WORK TO COMPLETE >> In the records that follow, the lines from the one containing "found: list[Finding] = []" to the one containing "gap serves: the", inclusive, are to be given again exactly.

PROVIDED DATA >>
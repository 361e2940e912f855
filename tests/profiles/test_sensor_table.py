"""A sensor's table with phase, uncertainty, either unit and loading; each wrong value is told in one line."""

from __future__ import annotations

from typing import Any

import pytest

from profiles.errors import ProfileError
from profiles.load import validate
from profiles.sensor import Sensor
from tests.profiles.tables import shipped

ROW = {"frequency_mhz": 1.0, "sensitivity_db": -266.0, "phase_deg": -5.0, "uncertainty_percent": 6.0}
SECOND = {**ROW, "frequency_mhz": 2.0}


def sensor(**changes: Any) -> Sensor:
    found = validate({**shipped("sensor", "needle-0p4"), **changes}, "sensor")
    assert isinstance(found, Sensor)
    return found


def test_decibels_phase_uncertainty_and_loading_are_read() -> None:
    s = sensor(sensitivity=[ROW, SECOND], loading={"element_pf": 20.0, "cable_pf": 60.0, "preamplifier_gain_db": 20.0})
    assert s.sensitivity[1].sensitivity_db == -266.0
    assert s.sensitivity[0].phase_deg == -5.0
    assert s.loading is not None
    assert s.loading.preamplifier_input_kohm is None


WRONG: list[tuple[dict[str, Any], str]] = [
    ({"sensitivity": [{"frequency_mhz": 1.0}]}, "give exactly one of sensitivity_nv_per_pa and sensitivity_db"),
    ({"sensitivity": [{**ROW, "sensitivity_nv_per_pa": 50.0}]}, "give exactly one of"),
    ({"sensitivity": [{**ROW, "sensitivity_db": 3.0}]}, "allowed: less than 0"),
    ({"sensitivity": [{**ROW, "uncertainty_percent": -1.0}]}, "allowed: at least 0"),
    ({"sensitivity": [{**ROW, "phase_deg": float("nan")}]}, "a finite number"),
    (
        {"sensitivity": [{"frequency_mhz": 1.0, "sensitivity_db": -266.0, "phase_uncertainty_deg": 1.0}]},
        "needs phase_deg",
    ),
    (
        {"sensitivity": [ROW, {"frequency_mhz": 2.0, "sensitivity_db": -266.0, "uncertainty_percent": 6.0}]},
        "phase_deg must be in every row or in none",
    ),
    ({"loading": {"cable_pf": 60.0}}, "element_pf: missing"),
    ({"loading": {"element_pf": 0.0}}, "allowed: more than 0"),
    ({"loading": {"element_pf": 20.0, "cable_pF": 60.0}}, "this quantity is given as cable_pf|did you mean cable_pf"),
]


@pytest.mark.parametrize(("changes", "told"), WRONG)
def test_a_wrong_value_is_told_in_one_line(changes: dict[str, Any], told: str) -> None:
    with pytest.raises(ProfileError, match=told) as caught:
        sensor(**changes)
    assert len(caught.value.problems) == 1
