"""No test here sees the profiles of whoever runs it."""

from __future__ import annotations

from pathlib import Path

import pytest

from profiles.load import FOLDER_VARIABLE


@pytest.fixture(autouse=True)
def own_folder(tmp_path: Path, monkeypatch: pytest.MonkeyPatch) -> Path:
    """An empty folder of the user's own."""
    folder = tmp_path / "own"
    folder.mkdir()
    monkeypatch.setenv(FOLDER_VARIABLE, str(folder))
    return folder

---

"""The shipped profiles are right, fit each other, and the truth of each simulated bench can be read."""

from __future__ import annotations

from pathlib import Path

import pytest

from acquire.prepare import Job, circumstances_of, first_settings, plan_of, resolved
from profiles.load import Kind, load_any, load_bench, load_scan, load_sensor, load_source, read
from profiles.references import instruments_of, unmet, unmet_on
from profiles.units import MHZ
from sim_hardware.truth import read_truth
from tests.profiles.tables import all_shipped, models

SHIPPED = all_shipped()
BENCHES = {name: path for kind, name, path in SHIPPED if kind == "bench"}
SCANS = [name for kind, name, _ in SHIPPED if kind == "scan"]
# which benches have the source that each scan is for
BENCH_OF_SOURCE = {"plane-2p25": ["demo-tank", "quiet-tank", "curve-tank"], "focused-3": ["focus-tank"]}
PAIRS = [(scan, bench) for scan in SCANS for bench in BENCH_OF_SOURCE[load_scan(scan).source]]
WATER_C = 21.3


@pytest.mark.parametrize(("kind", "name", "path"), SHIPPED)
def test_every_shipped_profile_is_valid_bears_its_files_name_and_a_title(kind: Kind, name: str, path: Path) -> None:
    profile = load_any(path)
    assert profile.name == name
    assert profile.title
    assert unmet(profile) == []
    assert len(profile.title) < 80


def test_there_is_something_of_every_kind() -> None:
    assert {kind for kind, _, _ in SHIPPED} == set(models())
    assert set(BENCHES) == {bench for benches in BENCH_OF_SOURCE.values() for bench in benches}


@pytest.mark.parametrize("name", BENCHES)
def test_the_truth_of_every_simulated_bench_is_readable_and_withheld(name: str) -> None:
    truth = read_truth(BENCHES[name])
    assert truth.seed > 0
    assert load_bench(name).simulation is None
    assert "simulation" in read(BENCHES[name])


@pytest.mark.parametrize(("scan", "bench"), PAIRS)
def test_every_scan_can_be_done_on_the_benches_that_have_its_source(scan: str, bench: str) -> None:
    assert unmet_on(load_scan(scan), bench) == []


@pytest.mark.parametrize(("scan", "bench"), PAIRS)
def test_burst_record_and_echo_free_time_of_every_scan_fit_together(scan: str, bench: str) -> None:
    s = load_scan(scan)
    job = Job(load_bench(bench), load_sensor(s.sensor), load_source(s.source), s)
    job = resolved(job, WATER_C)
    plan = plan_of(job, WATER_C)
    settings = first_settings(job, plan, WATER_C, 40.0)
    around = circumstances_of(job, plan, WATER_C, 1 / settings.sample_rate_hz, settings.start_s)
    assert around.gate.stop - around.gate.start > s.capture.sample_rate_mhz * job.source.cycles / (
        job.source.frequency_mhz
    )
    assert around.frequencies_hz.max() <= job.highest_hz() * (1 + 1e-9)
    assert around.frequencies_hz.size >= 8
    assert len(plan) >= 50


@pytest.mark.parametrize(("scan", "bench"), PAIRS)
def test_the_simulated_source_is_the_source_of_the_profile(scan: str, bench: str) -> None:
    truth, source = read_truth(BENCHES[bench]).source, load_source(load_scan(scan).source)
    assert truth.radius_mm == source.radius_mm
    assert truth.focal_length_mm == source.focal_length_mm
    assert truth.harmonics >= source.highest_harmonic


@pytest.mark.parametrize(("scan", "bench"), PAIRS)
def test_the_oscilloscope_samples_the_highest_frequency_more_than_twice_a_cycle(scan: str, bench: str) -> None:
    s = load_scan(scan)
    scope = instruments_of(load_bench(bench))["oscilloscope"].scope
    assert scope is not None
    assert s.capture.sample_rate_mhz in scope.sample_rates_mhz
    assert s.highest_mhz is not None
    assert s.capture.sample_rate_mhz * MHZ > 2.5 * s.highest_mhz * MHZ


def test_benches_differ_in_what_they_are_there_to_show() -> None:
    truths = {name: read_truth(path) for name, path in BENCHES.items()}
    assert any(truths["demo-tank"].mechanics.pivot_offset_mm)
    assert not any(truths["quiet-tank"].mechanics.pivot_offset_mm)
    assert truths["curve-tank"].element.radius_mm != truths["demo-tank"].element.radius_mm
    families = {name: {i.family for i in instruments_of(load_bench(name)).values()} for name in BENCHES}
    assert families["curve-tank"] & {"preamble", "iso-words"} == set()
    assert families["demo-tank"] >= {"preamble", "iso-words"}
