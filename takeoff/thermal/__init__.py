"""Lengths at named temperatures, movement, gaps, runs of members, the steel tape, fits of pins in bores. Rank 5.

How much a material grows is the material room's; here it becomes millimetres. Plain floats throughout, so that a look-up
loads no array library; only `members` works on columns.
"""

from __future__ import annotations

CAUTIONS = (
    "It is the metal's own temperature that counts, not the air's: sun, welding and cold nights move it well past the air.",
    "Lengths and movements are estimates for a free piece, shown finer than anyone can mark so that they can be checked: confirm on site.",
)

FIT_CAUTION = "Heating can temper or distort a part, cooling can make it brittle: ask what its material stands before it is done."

--

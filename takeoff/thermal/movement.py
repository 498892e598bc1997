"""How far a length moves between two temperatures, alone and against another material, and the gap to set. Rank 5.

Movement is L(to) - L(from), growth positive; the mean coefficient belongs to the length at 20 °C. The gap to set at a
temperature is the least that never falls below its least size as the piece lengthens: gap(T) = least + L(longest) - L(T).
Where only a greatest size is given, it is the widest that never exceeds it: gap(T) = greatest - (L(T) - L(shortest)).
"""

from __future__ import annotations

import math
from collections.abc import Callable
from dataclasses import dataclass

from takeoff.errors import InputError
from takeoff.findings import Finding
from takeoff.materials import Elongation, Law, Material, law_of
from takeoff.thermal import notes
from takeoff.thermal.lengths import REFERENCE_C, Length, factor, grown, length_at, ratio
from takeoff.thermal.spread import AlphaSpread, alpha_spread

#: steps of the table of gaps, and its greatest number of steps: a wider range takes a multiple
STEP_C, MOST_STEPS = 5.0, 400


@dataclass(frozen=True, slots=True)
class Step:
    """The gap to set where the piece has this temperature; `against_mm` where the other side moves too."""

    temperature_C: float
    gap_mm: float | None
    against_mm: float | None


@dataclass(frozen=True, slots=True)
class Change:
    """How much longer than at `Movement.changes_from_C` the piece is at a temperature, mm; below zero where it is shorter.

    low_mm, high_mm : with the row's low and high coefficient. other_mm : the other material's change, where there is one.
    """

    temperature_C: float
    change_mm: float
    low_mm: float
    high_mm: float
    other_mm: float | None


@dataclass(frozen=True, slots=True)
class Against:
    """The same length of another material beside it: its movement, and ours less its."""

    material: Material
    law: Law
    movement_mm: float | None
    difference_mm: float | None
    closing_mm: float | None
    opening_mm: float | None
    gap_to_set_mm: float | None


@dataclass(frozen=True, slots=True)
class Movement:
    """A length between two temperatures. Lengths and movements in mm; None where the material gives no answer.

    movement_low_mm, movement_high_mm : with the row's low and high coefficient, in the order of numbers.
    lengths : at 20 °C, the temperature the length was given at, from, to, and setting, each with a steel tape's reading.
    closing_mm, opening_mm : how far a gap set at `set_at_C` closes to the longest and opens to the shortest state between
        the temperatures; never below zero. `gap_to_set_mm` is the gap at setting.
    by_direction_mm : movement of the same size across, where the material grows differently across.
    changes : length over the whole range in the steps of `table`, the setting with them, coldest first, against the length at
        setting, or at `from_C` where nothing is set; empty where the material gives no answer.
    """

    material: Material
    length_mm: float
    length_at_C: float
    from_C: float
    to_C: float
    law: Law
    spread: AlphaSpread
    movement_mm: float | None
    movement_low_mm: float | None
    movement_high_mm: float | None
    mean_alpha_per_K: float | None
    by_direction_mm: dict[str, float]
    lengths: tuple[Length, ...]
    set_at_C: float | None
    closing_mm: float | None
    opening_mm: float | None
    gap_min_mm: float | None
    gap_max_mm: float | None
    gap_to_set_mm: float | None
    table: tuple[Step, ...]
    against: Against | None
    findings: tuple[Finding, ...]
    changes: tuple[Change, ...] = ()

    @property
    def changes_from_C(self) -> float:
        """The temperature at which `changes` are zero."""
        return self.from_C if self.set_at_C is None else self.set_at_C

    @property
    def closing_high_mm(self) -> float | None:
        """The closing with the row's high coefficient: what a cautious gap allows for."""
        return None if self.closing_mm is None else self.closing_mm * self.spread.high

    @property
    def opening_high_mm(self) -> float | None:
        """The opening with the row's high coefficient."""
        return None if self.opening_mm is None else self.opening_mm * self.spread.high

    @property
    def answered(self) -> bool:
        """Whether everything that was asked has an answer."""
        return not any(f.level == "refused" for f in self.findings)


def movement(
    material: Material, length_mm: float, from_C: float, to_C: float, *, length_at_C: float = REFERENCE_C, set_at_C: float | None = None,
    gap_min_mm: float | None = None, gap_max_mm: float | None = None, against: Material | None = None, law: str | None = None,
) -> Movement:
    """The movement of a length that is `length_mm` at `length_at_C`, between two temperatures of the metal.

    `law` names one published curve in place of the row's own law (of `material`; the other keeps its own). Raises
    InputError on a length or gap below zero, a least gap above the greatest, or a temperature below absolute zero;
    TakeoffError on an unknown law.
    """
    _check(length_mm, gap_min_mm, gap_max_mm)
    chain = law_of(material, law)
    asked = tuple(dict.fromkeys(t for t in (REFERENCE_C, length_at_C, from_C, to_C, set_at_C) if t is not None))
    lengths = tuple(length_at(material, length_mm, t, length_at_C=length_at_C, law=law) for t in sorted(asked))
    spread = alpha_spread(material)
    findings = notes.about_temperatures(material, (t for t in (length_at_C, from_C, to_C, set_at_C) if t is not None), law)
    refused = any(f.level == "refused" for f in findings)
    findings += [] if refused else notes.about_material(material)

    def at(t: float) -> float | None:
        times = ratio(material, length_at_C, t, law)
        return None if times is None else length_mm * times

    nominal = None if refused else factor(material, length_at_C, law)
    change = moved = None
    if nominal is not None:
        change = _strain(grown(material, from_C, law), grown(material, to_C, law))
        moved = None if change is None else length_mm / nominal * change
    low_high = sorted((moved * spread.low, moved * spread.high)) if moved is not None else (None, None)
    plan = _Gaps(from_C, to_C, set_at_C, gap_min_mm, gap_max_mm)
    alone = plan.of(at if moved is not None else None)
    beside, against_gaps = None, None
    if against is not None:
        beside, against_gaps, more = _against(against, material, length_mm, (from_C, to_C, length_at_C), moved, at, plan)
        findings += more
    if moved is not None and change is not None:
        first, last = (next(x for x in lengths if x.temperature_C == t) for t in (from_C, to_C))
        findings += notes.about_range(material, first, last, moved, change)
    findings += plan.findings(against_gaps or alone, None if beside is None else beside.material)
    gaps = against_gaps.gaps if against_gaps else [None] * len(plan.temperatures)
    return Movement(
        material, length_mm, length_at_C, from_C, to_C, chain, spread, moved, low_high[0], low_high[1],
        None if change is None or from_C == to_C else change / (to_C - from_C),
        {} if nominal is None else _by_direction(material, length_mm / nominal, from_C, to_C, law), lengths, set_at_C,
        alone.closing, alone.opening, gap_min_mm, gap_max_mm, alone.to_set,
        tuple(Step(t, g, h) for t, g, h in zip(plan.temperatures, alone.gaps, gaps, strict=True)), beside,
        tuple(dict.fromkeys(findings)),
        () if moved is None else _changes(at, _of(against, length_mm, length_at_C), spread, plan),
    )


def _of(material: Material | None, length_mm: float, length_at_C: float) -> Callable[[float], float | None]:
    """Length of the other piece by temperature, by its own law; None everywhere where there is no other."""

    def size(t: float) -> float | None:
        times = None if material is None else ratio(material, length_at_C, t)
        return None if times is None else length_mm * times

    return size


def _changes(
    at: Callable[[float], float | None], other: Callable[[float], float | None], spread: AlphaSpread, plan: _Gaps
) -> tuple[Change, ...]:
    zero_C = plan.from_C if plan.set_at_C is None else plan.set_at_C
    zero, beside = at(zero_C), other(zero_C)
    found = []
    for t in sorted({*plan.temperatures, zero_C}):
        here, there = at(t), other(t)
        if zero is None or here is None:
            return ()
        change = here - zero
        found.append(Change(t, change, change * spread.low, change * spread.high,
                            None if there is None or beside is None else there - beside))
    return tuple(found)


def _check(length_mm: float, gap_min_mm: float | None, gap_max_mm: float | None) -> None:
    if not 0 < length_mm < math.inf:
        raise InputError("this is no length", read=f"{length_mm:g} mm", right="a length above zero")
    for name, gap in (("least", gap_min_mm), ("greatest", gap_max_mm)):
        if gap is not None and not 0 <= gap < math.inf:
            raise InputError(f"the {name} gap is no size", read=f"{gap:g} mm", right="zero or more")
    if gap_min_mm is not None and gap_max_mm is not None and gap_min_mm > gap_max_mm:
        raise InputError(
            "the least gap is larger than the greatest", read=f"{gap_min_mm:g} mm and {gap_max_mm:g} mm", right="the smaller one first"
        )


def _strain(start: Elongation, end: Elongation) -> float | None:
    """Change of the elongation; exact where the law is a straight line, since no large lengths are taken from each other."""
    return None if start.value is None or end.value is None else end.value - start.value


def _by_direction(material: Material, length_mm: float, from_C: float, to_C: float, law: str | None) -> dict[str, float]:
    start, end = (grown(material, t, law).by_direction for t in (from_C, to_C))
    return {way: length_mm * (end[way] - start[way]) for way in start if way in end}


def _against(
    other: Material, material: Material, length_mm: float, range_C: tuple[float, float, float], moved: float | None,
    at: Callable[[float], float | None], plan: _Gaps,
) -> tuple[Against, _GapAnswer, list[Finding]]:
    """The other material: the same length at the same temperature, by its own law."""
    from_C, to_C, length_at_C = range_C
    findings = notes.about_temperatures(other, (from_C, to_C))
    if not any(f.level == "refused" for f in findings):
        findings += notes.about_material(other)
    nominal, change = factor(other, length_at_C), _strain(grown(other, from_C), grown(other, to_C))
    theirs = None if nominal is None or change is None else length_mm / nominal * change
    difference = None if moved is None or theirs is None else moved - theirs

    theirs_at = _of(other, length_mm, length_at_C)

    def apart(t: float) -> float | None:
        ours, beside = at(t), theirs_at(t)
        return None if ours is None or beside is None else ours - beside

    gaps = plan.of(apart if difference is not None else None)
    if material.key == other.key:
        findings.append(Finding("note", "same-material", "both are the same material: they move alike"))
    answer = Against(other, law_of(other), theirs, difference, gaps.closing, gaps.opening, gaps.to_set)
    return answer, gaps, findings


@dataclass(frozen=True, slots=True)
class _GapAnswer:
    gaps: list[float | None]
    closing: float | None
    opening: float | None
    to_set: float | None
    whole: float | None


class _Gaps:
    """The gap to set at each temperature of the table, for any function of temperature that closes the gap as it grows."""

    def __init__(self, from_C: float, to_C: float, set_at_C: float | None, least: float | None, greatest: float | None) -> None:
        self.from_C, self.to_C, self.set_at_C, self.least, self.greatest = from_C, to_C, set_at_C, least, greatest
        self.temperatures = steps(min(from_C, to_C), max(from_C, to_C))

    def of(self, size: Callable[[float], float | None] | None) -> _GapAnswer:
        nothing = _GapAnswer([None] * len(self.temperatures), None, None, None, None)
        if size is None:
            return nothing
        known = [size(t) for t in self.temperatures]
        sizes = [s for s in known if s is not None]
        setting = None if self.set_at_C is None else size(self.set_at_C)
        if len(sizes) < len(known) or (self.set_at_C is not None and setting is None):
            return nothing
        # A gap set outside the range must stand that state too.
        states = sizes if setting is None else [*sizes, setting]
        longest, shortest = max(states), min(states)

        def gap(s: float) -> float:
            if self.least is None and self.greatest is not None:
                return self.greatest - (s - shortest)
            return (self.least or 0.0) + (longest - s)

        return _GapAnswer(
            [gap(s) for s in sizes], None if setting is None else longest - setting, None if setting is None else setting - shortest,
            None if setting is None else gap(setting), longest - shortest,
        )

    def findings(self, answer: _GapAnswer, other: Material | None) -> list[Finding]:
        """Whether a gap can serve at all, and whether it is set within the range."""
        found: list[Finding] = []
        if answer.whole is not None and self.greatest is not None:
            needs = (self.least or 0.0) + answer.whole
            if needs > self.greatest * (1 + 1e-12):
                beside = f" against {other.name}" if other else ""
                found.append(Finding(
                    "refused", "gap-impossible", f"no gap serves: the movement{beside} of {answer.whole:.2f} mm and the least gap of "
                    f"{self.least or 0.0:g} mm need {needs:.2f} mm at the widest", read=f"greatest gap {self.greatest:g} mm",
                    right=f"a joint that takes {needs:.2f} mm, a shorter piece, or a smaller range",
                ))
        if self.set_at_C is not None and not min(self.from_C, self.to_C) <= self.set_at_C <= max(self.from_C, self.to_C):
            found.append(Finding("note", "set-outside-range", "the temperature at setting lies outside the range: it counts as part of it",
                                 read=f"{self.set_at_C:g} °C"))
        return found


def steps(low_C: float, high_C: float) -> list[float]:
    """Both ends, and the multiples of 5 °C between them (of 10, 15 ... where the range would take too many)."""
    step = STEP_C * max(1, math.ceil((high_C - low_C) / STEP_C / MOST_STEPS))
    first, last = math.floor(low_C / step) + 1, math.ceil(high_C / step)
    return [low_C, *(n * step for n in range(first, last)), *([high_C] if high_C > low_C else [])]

WRITTEN RESPONSE >>
        found: list[Finding] = []
        if answer.whole is not None and self.greatest is not None:
            needs = (self.least or 0.0) + answer.whole
            if needs > self.greatest * (1 + 1e-12):
                beside = f" against {other.name}" if other else ""
                found.append(Finding(
                    "refused", "gap-impossible", f"no gap serves: the movement{beside} of {answer.whole:.2f} mm and the least gap of "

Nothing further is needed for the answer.